"In the first study, researchers found detectable levels of mercury in nine of 20 samples of commercial HFCS."
Debatable and harmful can be widely separated. Without any real numbers I am going to assume that this is a tiny amount of contamination and hardly meaningful.
PS: I might be an environmentalist, but I hate bad science reporting.
"Because corn syrup is in almost everything it's hard to know just how much mercury you're ingesting."
I think that's Retric's point, and if it's not his, I'll certainly claim it. There's a little bit of everything in everything (thanks, entropy!). This article does nothing absolutely nothing to inform us as to whether this is actually worth thinking about.
The information content of this article is zero. Without more information it's not even worth your time to think about. (Trying to find more information might be worthwhile, and based on the other HN-posters who actually did that, I find myself fairly unconcerned about this putative threat.)
Japanese studies have shown that chlorella is helpful for removing heavy metals, including mercury. I know people who don't eat sushi without a handful of it as well.
This chart lists several brand-name foods that had "detectable" levels of mercury, the worst of which is about 350 parts per trillion. According to Wikipedia, the "action level" of mercury in fish (the point at which government takes action) is one part per million. So it sounds like you'd have to eat/drink thousands of servings of this food to equal one particularly bad helping of fish.
On the other hand, Wikipedia lists the legal limit for water as two parts per billion ("inorganic mercury" instead of "methylmercury"), which would be easier to hit. I'm not sure which limit applies in this case.
Edit: It might be worse than this for some portion of the population. From the "Not so sweet" paper:
Using the USDA’s estimate of 50 grams of average consumption HFCS per day, one might roughly estimate potential total mercury ingestion via HFCS of up to 28.5ug total mercury/day (50 grams HFCS X 0.570 ug/g). Using these same assumptions, high-end HFCS consumers potentially could
have much higher total mercury ingestion.
It is difficult to know to what to compare this figure. The EPA has established a "reference dose," or maximum recommended dietary intake of methylmercury. Methylmercury is the form typically found in fish and seafood. The reference dose of 0.1 ug/kg/day applies to women of childbearing age and young children, who are thought to be the most at risk from methylmercury exposure. For the "average" 55 kg American woman, this would translate into no more than 5.5ug/day of methylmercury.

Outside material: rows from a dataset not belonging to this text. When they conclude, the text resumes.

import { newSymbolArray, type SymbolArray } from '../symbols/sequence.ts';

/**
 * Room for `more` symbols after the first `filled`, for decoders: the buffer at least doubles, so that the whole cost stays linear,
 * and never grows by more than is asked for beyond that.
 */
export function growSymbols(
  symbols: SymbolArray,
  alphabetSize: number,
  filled: number,
  more: number,
): SymbolArray {
  if (filled + more <= symbols.length) return symbols;
  const grown = newSymbolArray(alphabetSize, Math.max(filled + more, symbols.length * 2, 64));
  grown.set(symbols.subarray(0, filled));
  return grown;
}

There is no reference dose for total mercury. The mercury found in HFCS may be a different form of
mercury than the methylmercury typically found in fish (we just don’t know), but it poses a risk just
the same. Mercury in any form can be toxic to the developing brain.
Debatable and harmful can be widely separated. Without any real numbers I am going to assume that this is a tiny amount of contamination and hardly meaningful.
PS: I might be an environmentalist, but I hate bad science reporting.